Alega o exequente, em suma, que foi arbitrado em seu favor a título de honorários advocatícios o montante de R$ 13.750,00 (treze mil e setecentos e cinquenta reais), segundo tabela da OAB, em razão de ter atuado como Defensor Dativo nas Ações discriminadas na inicial.
Com a inicial, colacionou documentos.
O Estado do Maranhão, devidamente intimado para impugnar à execução, apresentou petição (id nº 26783293), concordando com o valor da execução, pugnando pela sua homologação, bem como a não condenação do Estado em honorários advocatícios sucumbenciais, eis que não opõe embargos à execução/impugnação ao cumprimento de sentença (Art. 1º-D, da Lei Federal nº 9494/97, alterado pela MP nº 2.180-35/01).
Em resposta a parte autora se manifestou (id nº 31988542) afirmando que concorda com a manifestação do Estado do Maranhão, bem como requereu o não envio dos autos à contadoria, abrindo mão da atualização e juros, pugnando pela homologação do valor principal, com a consequente expedição de Requisição de Pequeno Valor – RPV para pagamento da quantia devida. É O RELATÓRIO.
DECIDO Requer o exequente a execução de honorários de advogado dativo por ter atuado em ato judicial perante a Justiça Estadual, totalizando o valor de R$ 15.400,00 (quinze mil e quatrocentos reais), sem atualizações monetárias e juros.
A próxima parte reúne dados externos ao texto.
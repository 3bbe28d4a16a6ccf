// Excursions of a fridge (with its gaps and backup fills), one excursion, and what storage staff did about it.
import { z } from 'zod';
import type { AppContext } from '../app-context.js';
import { fridgeReaders, fridgeWriters, fromParam, idFrom, siteOfExcursion, siteOfFridge } from '../fridges/fridge-access.js';
import { createSecureRouter } from '../http/secure-router.js';
import { parseInput } from '../http/validate.js';
import { fridgeEvents } from './excursion-view.js';
import { getExcursion, recordActionTaken } from './excursions-service.js';

const eventsQuerySchema = z.object({
  from: z.iso.datetime({ offset: true }).optional(),
  to: z.iso.datetime({ offset: true }).optional(),
});

const actionSchema = z.object({
  actionTaken: z.string().trim().max(2000, 'At most 2,000 characters.'),
});

export function excursionsRoutes(context: AppContext) {
  const router = createSecureRouter('/api/excursions');

  router.get('/fridges/:fridgeId', { ...fridgeReaders, siteOf: siteOfFridge(fromParam('fridgeId')) }, async (req, res) => {
    const query = parseInput(eventsQuerySchema, req.query, 'query');
    const range = { from: query.from ? new Date(query.from) : undefined, to: query.to ? new Date(query.to) : undefined };
    res.json(await fridgeEvents(context.sequelize, idFrom(req.params.fridgeId), range));
  });

  router.get('/:excursionId', { ...fridgeReaders, siteOf: siteOfExcursion(fromParam('excursionId')) }, async (req, res) => {
    res.json(await getExcursion(context.sequelize, idFrom(req.params.excursionId)));
  });

  router.patch('/:excursionId', { ...fridgeWriters, siteOf: siteOfExcursion(fromParam('excursionId')) }, async (req, res) => {
    const input = parseInput(actionSchema, req.body, 'excursion');
    res.json(await recordActionTaken(context.sequelize, req.user!.id, idFrom(req.params.excursionId), input.actionTaken));
  });

  return router;
}
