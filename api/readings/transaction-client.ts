// The pg client under a Sequelize transaction, for COPY (which Sequelize cannot run) inside that same transaction.
import type pg from 'pg';
import type { Transaction } from 'sequelize';

/** Sequelize 6 keeps the transaction's connection on an undocumented field; we check its shape rather than trust it. */
export function transactionClient(transaction: Transaction): pg.ClientBase {
  const connection = (transaction as unknown as { connection?: pg.ClientBase }).connection;
  if (!connection || typeof connection.query !== 'function') throw new Error('the transaction has no pg connection');
  return connection;
}
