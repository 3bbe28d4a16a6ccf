// Writes a reconciled excursion plan: updates, new records (follow-ups included), removals, links to files, audit.
import { QueryTypes, type Sequelize, type Transaction } from 'sequelize';
import type { ExcursionPlan } from '../../shared/fridges/reconcile-excursions.js';
import type { Excursion as ComputedExcursion } from '../../shared/logs/excursion.js';
import type { CelsiusLimits } from '../../shared/temperature/temperature-range.js';
import { Excursion } from '../../database/models/index.js';
import { recordAudit } from '../audit/record-audit.js';

export interface AppliedPlan {
  opened: number[];
  updated: number[];
  removed: number[];
}

interface PlanContext {
  fridgeId: number;
  plan: ExcursionPlan;
  limits: CelsiusLimits;
  backupMinutes: (excursion: ComputedExcursion) => number;
  actorId: number | null;
}

function figures(e: ComputedExcursion, backupMinutes: number, limits: CelsiusLimits) {
  return {
    kind: e.kind,
    startsAt: new Date(e.start),
    endsAt: new Date(e.end),
    minutes: e.minutes,
    peakC: e.peakC,
    degreeMinutesC: e.degreeMinutesC,
    openEnded: e.openEnded,
    backupMinutes,
    lowC: limits.lowC,
    highC: limits.highC,
  };
}

function unchanged(row: Excursion, next: ReturnType<typeof figures>): boolean {
  return (
    row.startsAt.getTime() === next.startsAt.getTime() &&
    row.endsAt.getTime() === next.endsAt.getTime() &&
    Math.abs((row.minutes ?? 0) - next.minutes) < 1e-6 &&
    Math.abs(row.peakC - next.peakC) < 1e-4 &&
    Math.abs((row.degreeMinutesC ?? 0) - next.degreeMinutesC) < 1e-4 &&
    row.openEnded === next.openEnded &&
    Math.abs(row.backupMinutes - next.backupMinutes) < 1e-6 &&
    Math.abs(row.lowC - next.lowC) < 1e-9 &&
    Math.abs(row.highC - next.highC) < 1e-9
  );
}

export async function applyExcursionPlan(sequelize: Sequelize, transaction: Transaction, context: PlanContext): Promise<AppliedPlan> {
  const { fridgeId, plan, limits, actorId } = context;
  const applied: AppliedPlan = { opened: [], updated: [], removed: [] };
  for (const id of plan.deletes) {
    const row = await Excursion.findByPk(id, { transaction });
    if (!row) continue;
    await row.destroy({ transaction });
    await recordAudit({ actorId, action: 'excursion.remove', entity: 'excursion', entityId: id, before: row.toJSON() }, transaction);
    applied.removed.push(id);
  }
  for (const update of plan.updates) {
    const row = await Excursion.findByPk(update.id, { transaction });
    if (!row) continue;
    const next = figures(update.excursion, context.backupMinutes(update.excursion), limits);
    if (unchanged(row, next) && row.followUpOfId === update.followUpOfId) continue;
    const before = row.toJSON();
    await row.update({ ...next, followUpOfId: update.followUpOfId }, { transaction });
    await recordAudit({ actorId, action: 'excursion.recompute', entity: 'excursion', entityId: row.id, before, after: row.toJSON() }, transaction);
    applied.updated.push(row.id);
  }
  for (const insert of plan.inserts) {
    const row = await Excursion.create(
      { fridgeId, source: 'readings', ...figures(insert.excursion, context.backupMinutes(insert.excursion), limits), followUpOfId: insert.followUpOfId, dailyCheckId: null },
      { transaction },
    );
    const action = insert.followUpOfId ? 'excursion.follow-up' : 'excursion.open';
    await recordAudit({ actorId, action, entity: 'excursion', entityId: row.id, after: row.toJSON() }, transaction);
    applied.opened.push(row.id);
  }
  await linkSourceFiles(sequelize, transaction, [...applied.opened, ...applied.updated]);
  return applied;
}

/** An excursion came from every file of its fridge's loggers whose readings span part of it. */
export async function linkSourceFiles(sequelize: Sequelize, transaction: Transaction, excursionIds: number[]): Promise<void> {
  if (!excursionIds.length) return;
  await sequelize.query('DELETE FROM excursion_imports WHERE excursion_id IN (:ids)', { replacements: { ids: excursionIds }, type: QueryTypes.DELETE, transaction });
  await sequelize.query(
    `INSERT INTO excursion_imports (excursion_id, log_import_id)
     SELECT e.id, i.id FROM excursions e
       JOIN loggers l ON l.fridge_id = e.fridge_id
       JOIN log_imports i ON i.logger_id = l.id AND i.first_at < e.ends_at AND i.last_at >= e.starts_at
     WHERE e.id IN (:ids)`,
    { replacements: { ids: excursionIds }, type: QueryTypes.INSERT, transaction },
  );
}
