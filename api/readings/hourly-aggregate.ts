// Per-hour minimum, maximum, sum and count of readings as they stream in, written in one statement at the end.
import type { Transaction } from 'sequelize';
import { transactionClient } from './transaction-client.js';

const HOUR_MS = 3_600_000;

export class HourlyAggregate {
  private readonly hours = new Map<number, { min: number; max: number; sum: number; count: number }>();

  private lastHour = NaN;
  private last: { min: number; max: number; sum: number; count: number } | undefined;

  add(at: number, tempC: number): void {
    const hour = Math.floor(at / HOUR_MS) * HOUR_MS;
    // Readings come in time order, so the hour is nearly always the one before.
    const h = hour === this.lastHour ? this.last : this.hours.get(hour);
    if (h) {
      if (tempC < h.min) h.min = tempC;
      if (tempC > h.max) h.max = tempC;
      h.sum += tempC;
      h.count++;
    } else {
      this.last = { min: tempC, max: tempC, sum: tempC, count: 1 };
      this.lastHour = hour;
      this.hours.set(hour, this.last);
      return;
    }
    this.lastHour = hour;
    this.last = h;
  }

  /** Only for readings that were all new: they are added to what an hour already held. */
  async addTo(transaction: Transaction, loggerId: number): Promise<void> {
    if (!this.hours.size) return;
    const hours = [...this.hours.keys()];
    const h = hours.map((k) => this.hours.get(k)!);
    // Bound as arrays through the transaction's pg client: thousands of values are not worth formatting into SQL text.
    await transactionClient(transaction).query(
      `INSERT INTO reading_hours (logger_id, hour, min_c, max_c, sum_c, count)
       SELECT $1, to_timestamp(t.h::float8 / 1000), t.mn, t.mx, t.s, t.n
       FROM unnest($2::bigint[], $3::real[], $4::real[], $5::float8[], $6::int[]) AS t(h, mn, mx, s, n)
       ON CONFLICT (logger_id, hour) DO UPDATE SET
         min_c = least(reading_hours.min_c, EXCLUDED.min_c), max_c = greatest(reading_hours.max_c, EXCLUDED.max_c),
         sum_c = reading_hours.sum_c + EXCLUDED.sum_c, count = reading_hours.count + EXCLUDED.count`,
      [loggerId, hours, h.map((x) => x.min), h.map((x) => x.max), h.map((x) => x.sum), h.map((x) => x.count)],
    );
  }
}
Verifica-se nos autos que o valor executado está de acordo com a tabela de honorários da OAB/MA, não havendo, portanto, controvérsia sobre o mesmo.
O Estatuto da Ordem dos Advogados é claro ao estabelecer a execução autônoma dos honorários em seu art. 23.
Ademais, o Ente Público concordou com os cálculos apresentados, pugnando por sua homologação (Id 26783293).
Desta feita, entendo acertada a atitude do magistrado ao nomear a exequente para funcionar como defensor dativo nos processos discriminados na inicial da execução.
Nesse sentido, vem se manifestando o Tribunal de Justiça do Estado do Maranhão: EMENTA- HONORÁRIOS.
DEFENSOR DATIVO. ÔNUS DO ESTADO.
JUROS E CORREÇÃO MONETÁRIA. 1. É do Estado o dever de pagar os honorários do advogado nomeado em razão da ausência de Defensoria Pública na Comarca. 2.
A autonomia funcional de administrativa da Defensoria Pública não transmuda a sua natureza jurídica, não sendo possível imputar-lhe a responsabilidade pelo pagamento de honorários de defensor dativo fixados judicialmente, pois se trata de órgão sem personalidade jurídica. 3.
Apelação conhecida e improvida.
Unanimidade. (Ap 0236932015, Rel.
Desembargador(a) PAULO SÉRGIO VELTEN PEREIRA, QUARTA CÂMARA CÍVEL, julgado em 14/10/2016, DJe 26/10/2016).
PROCESSO CIVIL.
APELAÇÃO.
AÇÃO DE JUSTIFICAÇÃO.
CERTIDÃO DE ÓBITO.
PROCEDÊNCIA DO PEDIDO.
ASSISTÊNCIA POR DEFENSOR DATIVO DESIGNADO POR JUÍZO.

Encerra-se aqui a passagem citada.